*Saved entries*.
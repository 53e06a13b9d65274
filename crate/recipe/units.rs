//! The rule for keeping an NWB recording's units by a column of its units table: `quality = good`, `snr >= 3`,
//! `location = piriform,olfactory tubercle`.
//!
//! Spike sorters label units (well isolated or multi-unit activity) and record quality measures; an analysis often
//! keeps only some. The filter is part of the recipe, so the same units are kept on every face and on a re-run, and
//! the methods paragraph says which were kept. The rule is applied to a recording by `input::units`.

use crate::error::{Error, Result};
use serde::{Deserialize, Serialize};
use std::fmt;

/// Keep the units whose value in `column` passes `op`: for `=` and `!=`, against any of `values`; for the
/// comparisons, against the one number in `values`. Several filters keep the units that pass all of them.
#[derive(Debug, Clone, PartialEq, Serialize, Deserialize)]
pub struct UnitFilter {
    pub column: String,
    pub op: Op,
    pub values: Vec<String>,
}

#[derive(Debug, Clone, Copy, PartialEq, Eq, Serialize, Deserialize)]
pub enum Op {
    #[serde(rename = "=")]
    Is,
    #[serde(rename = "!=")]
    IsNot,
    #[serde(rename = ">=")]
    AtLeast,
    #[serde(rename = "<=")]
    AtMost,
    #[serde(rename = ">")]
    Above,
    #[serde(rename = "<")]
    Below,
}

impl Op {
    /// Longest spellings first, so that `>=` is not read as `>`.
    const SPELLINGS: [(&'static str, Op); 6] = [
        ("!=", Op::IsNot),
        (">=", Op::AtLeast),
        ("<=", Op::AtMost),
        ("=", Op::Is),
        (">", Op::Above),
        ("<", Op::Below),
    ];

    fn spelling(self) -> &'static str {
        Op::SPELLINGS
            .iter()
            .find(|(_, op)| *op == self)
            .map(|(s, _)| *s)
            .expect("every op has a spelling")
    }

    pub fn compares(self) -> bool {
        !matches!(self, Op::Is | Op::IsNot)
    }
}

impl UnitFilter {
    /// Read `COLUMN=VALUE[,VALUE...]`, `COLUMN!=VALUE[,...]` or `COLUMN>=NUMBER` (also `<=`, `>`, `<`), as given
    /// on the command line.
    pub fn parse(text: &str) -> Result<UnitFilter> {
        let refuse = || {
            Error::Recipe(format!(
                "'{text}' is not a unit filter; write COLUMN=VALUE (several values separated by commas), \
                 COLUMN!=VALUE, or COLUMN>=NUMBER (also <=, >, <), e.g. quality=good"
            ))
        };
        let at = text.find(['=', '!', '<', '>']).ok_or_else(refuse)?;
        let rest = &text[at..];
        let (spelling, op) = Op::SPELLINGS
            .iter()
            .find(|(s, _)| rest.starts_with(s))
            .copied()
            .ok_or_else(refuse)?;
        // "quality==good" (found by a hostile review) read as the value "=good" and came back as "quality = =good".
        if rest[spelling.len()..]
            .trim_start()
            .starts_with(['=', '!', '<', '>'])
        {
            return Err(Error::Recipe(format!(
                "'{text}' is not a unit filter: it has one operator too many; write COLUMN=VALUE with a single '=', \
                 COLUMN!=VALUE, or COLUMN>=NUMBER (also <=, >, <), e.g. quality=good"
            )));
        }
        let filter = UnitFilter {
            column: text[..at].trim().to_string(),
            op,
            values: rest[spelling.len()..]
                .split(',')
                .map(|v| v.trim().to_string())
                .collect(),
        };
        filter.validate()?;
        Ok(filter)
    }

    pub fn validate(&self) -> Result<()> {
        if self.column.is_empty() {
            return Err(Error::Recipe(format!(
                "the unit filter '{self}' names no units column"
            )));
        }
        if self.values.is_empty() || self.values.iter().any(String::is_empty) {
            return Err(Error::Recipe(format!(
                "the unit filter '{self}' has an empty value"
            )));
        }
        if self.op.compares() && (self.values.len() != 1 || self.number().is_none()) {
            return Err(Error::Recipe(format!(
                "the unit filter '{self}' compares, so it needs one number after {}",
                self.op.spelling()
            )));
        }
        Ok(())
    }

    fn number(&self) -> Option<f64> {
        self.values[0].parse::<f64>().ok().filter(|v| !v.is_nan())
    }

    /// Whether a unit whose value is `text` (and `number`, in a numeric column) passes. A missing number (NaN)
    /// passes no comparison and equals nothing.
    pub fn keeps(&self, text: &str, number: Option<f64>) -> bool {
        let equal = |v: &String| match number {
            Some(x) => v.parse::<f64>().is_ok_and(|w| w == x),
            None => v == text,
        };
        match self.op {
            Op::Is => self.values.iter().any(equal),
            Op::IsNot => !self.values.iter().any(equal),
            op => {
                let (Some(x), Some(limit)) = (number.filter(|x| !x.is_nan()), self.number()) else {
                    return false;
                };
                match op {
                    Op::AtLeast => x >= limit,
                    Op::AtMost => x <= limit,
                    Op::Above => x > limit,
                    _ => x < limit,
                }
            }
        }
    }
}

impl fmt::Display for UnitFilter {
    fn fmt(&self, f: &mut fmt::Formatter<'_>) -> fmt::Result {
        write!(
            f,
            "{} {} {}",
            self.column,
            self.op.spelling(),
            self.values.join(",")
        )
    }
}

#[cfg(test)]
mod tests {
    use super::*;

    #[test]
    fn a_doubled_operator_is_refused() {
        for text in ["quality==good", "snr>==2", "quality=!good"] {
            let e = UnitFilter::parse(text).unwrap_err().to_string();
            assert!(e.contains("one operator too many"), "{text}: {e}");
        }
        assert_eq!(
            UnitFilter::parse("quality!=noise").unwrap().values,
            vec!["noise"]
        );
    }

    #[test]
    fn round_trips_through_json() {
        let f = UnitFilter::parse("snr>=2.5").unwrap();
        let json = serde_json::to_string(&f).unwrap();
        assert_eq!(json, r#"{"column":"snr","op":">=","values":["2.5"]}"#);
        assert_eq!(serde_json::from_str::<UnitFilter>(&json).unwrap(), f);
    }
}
==
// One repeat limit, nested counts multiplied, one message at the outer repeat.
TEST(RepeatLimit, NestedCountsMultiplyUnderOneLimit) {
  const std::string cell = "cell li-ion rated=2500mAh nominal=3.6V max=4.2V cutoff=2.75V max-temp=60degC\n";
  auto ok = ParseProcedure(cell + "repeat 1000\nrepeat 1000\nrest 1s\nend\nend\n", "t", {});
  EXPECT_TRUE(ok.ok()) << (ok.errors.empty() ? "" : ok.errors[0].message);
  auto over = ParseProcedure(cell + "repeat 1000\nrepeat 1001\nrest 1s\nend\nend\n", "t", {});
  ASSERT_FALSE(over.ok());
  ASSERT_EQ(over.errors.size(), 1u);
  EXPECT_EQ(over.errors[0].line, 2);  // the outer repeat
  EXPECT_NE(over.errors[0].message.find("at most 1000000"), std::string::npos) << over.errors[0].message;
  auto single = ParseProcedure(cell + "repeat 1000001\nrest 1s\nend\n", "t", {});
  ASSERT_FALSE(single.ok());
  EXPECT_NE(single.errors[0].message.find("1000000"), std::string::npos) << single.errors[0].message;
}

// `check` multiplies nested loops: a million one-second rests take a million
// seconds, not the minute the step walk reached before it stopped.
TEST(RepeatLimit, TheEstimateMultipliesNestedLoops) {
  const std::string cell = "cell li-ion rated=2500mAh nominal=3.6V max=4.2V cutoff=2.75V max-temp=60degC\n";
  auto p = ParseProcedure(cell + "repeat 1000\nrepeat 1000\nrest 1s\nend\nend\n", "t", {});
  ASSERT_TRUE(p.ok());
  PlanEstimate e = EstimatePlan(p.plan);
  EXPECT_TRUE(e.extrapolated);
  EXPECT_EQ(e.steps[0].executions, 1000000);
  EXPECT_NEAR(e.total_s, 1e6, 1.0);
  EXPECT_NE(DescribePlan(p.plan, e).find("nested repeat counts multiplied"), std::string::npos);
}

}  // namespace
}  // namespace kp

*ACTIVITY*.
Copy out only the lines above from the one with "auto single = ParseProcedure(cell" to the one with "PlanEstimate e = EstimatePlan(p.plan);", inclusive, exactly as they stand.

*RESPONSE*.
  auto single = ParseProcedure(cell + "repeat 1000001\nrest 1s\nend\n", "t", {});
  ASSERT_FALSE(single.ok());
  EXPECT_NE(single.errors[0].message.find("1000000"), std::string::npos) << single.errors[0].message;
}

// `check` multiplies nested loops: a million one-second rests take a million
// seconds, not the minute the step walk reached before it stopped.
TEST(RepeatLimit, TheEstimateMultipliesNestedLoops) {
  const std::string cell = "cell li-ion rated=2500mAh nominal=3.6V max=4.2V cutoff=2.75V max-temp=60degC\n";
  auto p = ParseProcedure(cell + "repeat 1000\nrepeat 1000\nrest 1s\nend\nend\n", "t", {});
  ASSERT_TRUE(p.ok());
  PlanEstimate e = EstimatePlan(p.plan);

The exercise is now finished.